Mofongo has become popular among Colombians, Cubans and Dominicans living in the United States and anywhere large numbers of Puerto Ricans or Dominicans reside.

==In popular culture==
Food Network chef and host Guy Fieri featured mofongo from Benny's Seafood (in Miami, Florida) and from El Bohio (in San Antonio, Texas) on two separate episodes of his show Diners, Drive-Ins and Dives. He liked the dish so much that he called it the "best fried thing I ever ate" on an episode of the show The Best Thing I Ever Ate.

An episode of the Travel Channel's Man v. Food Nation, set in Harlem, showed the host Adam Richman visiting a Spanish Harlem restaurant called La Fonda Boricua, where they make a giant 12-plantain mofongo called the Mofongaso.

Mofongo is so important in the Puerto Rican culture that it is sung and mentioned in numerous songs, including "Mofongo pelao" by Ismael Rivera, "mofongo" by Simon Montserrat & Djeli, "pun pun catalú" by Celia Cruz, "mofongo" by Lamborginny, "y no hago mas na" and "el menu" by El Gran Combo de Puerto Rico, and "mangú y mofongo" by Unción Tropical and Isabel Valdez, a song about a Dominican bringing mangú and a Puerto Rican bringing mofongo. Perhaps the oldest song mentioning mofongo is called "Puertorriqueño" by Joe Valle and César Concepción.

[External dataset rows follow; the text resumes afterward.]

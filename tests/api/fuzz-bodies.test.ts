import { afterAll, beforeAll, describe, expect, it } from 'vitest'
import fc from 'fast-check'
import { gzipSync } from 'node:zlib'
import { createServer, request as httpRequest } from 'node:http'
import type { AddressInfo } from 'node:net'
import { createRequire } from 'node:module'
import { randomUUID } from 'node:crypto'
import { QueryTypes } from 'sequelize'
import type { ZodType } from 'zod'
import type request from 'supertest'
import { db } from '../../server/db/sequelize'
import { stopJobs } from '../../server/jobs/queue'
import { closeTestApp, client, signedIn, testApp, type Client } from '../helpers/api'
import { openCase } from '../helpers/cases'
import { testRoom } from '../helpers/rooms'
import { loginSchema, registerSchema, updatePreferencesSchema } from '../../shared/schemas/auth'
import { roomSchema } from '../../shared/schemas/room'
import { createCaseSchema, messageSchema, updateCaseSchema } from '../../shared/schemas/case'
import { snippetSchema, snippetUpdateSchema } from '../../shared/schemas/snippet'
import { inviteSchema } from '../../shared/schemas/team'
import { queueQuerySchema, savedFilterSchema } from '../../shared/schemas/queue'
import { INBOUND_SECRET_HEADER } from '../../server/routes/mail'
import { config } from '../../server/config'
import { bodyNear, nasty } from '../unit/fuzz/bodies'
import { fcParams, fuzzTimeout } from '../unit/fuzz/helpers'

/**
 * Every JSON body schema through its real route: bodies near a valid one and bodies that are
 * anything at all. Each answer is a 2xx or a 4xx with `{ error: { code, message } }`, never a 500,
 * within seconds; a body the shared schema refuses is a 400; and a refused request leaves nothing
 * behind (the count of what a success would add is unchanged).
 */
const q = async <T extends object>(sql: string, bind: unknown[] = []) => db().query<T>(sql, { bind, type: QueryTypes.SELECT })
const count = async (sql: string, bind: unknown[]) => (await q<{ n: number }>(sql, bind))[0].n

let listener: { c: Client; user: { id: string; email: string; password: string } }
let advisor: { c: Client; user: { id: string } }
let supervisor: { c: Client; user: { id: string } }
let signedOut: Client
let caseId: string
let draftId: string
let roomId: string
let spareRoomId: string
let snippetId: string
let replyToken: string

beforeAll(async () => {
  listener = await signedIn('listener')
  advisor = await signedIn('advisor')
  supervisor = await signedIn('supervisor')
  signedOut = await client()
  const opened = await openCase(listener.c, { title: 'Fuzzed case with flutter echo' })
  caseId = opened.case.id
  roomId = opened.room.id
  draftId = (await openCase(listener.c, { submit: false, title: 'Fuzzed draft' })).case.id
  spareRoomId = (await listener.c.post('/api/rooms', testRoom({ name: 'Spare room for PUT' })).expect(201)).body.id
  snippetId = (await advisor.c.post('/api/snippets', { title: `Fuzz ${randomUUID()}`, body: 'Hello' }).expect(201)).body.id
  replyToken = (await q<{ reply_token: string }>('SELECT reply_token FROM cases WHERE id = $1', [caseId]))[0].reply_token
}, 60_000)
afterAll(async () => {
  await stopJobs()
  await closeTestApp()
})

interface Target {
  route: string
  as: () => Client
  schema?: ZodType
  valid: () => unknown
  /** what a success adds (or changes), read before and after each request */
  footprint?: (body: unknown) => Promise<unknown>
  /** the status of a success */
  ok: number[]
  runs?: number
  headers?: Record<string, string>
}

const emailOf = (b: unknown) => (b && typeof b === 'object' && typeof (b as { email?: unknown }).email === 'string' ? String((b as { email: string }).email).trim().toLowerCase() : null)
const invitationsFor = (b: unknown) => (emailOf(b) ? count('SELECT count(*)::int AS n FROM team_invitations WHERE lower(email) = $1', [emailOf(b)]) : Promise.resolve(0))
const usersWithEmail = (b: unknown) => (emailOf(b) ? count('SELECT count(*)::int AS n FROM users WHERE lower(email) = $1', [emailOf(b)]) : Promise.resolve(0))

const targets: Target[] = [
  { route: 'POST /api/auth/login', as: () => signedOut, schema: loginSchema, valid: () => ({ email: listener.user.email, password: listener.user.password }), ok: [200], runs: 40 },
  { route: 'POST /api/auth/register', as: () => signedOut, schema: registerSchema, valid: () => ({ email: `fuzz-${randomUUID().slice(0, 8)}@example.test`, password: 'long enough password', name: 'Fuzz Listener' }), footprint: usersWithEmail, ok: [201], runs: 40 },
  { route: 'POST /api/team/invitations', as: () => supervisor.c, schema: inviteSchema, valid: () => ({ email: `fuzz-staff-${randomUUID().slice(0, 8)}@example.test`, name: 'Fuzz Advisor', role: 'advisor' }), footprint: invitationsFor, ok: [201], runs: 40 },
  { route: 'PATCH /api/auth/preferences', as: () => listener.c, schema: updatePreferencesSchema, valid: () => ({ units: 'imperial', emailOptional: true }), footprint: () => q('SELECT units, email_optional FROM users WHERE id = $1', [listener.user.id]), ok: [200] },
  { route: 'POST /api/rooms', as: () => listener.c, schema: roomSchema, valid: () => testRoom(), footprint: () => count('SELECT count(*)::int AS n FROM rooms WHERE owner_id = $1', [listener.user.id]), ok: [201] },
  { route: 'POST /api/rooms/preview', as: () => listener.c, schema: roomSchema, valid: () => testRoom(), ok: [200] },
  { route: `PUT /api/rooms/:spare`, as: () => listener.c, schema: roomSchema, valid: () => testRoom({ name: 'Spare room, revised' }), footprint: () => q('SELECT current_revision FROM rooms WHERE id = $1', [spareRoomId]), ok: [200] },
  { route: 'POST /api/cases', as: () => listener.c, schema: createCaseSchema, valid: () => ({ roomId, title: 'Fuzzed new case', description: 'Bass swells', answers: { use: 'music', budget: 'not-sure' } }), footprint: () => count('SELECT count(*)::int AS n FROM cases WHERE listener_id = $1', [listener.user.id]), ok: [201] },
  {
    route: 'PATCH /api/cases/:draft', as: () => listener.c, schema: updateCaseSchema, valid: () => ({ title: 'A draft, retitled', description: 'More detail', answers: { seat: 'sofa' } }),
    footprint: async () => [await q('SELECT title, description, answers, status, room_id, assignee_id FROM cases WHERE id = $1', [draftId]), await count('SELECT count(*)::int AS n FROM case_events WHERE case_id = $1', [draftId])], ok: [200],
  },
  {
    route: 'PATCH /api/cases/:id', as: () => advisor.c, schema: updateCaseSchema, valid: () => ({ assigneeId: advisor.user.id, handoffNote: 'taking it' }),
    footprint: async () => [await q('SELECT title, status, assignee_id FROM cases WHERE id = $1', [caseId]), await count('SELECT count(*)::int AS n FROM case_events WHERE case_id = $1', [caseId])], ok: [200],
  },
  {
    route: 'POST /api/cases/:id/messages', as: () => advisor.c, schema: messageSchema, valid: () => ({ body: 'Try the **rug** first.', internal: false, ask: false, fileIds: [] }),
    footprint: async () => [await count('SELECT count(*)::int AS n FROM messages WHERE case_id = $1', [caseId]), await count('SELECT count(*)::int AS n FROM email_outbox WHERE case_id = $1', [caseId])], ok: [201],
  },
  { route: 'POST /api/snippets', as: () => advisor.c, schema: snippetSchema, valid: () => ({ title: `Fuzz snippet ${randomUUID().slice(0, 8)}`, body: 'Your room is {{room.dimensions}}' }), footprint: () => count('SELECT count(*)::int AS n FROM reply_snippets', []), ok: [201] },
  { route: 'PUT /api/snippets/:snippet', as: () => advisor.c, schema: snippetUpdateSchema, valid: () => ({ title: `Fuzz snippet ${randomUUID().slice(0, 8)}`, body: 'Edited' }), footprint: () => q('SELECT title, body FROM reply_snippets WHERE id = $1', [snippetId]), ok: [200] },
  { route: 'POST /api/saved-filters', as: () => advisor.c, schema: savedFilterSchema, valid: () => ({ name: `Fuzz ${randomUUID().slice(0, 8)}`, query: { scope: 'mine', status: ['in_review'], sort: 'waiting', dir: 'asc', pageSize: 50, q: 'bass' } }), footprint: () => count('SELECT count(*)::int AS n FROM saved_filters WHERE user_id = $1', [advisor.user.id]), ok: [201] },
  {
    route: 'POST /api/inbound/email', as: () => signedOut, headers: { [INBOUND_SECRET_HEADER]: config().INBOUND_EMAIL_SECRET },
    valid: () => ({ to: `reply+${replyToken}@${config().MAIL_REPLY_DOMAIN}`, from: listener.user.email, subject: 'Re: your case', text: 'We moved the sofa.' }),
    // a reply from a stranger's address is refused (403) but kept as a staff-only note for the advisor
    // (SECURITY.md, inbound e-mail): what must not change is what the thread shows as the listener's
    footprint: () => count('SELECT count(*)::int AS n FROM messages WHERE case_id = $1 AND NOT internal', [caseId]), ok: [201],
  },
]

On Saturday Night Live, David Ortiz (a recurring character played by Kenan Thompson) frequently refers to the dish when describing his "big lunch".

Mofongo was mentioned numerous times on the 1970s U.S. NBC situation comedy Sanford & Son when characters Fred and Lamont (Redd Foxx and Demond Wilson) interact with their Puerto Rican neighbor Julio (Gregory Sierra).

The 2021 animated PBS show Alma's Way, about a Puerto Rican girl growing up in the Bronx with her family, frequently mentions mofongo as a favorite family dish.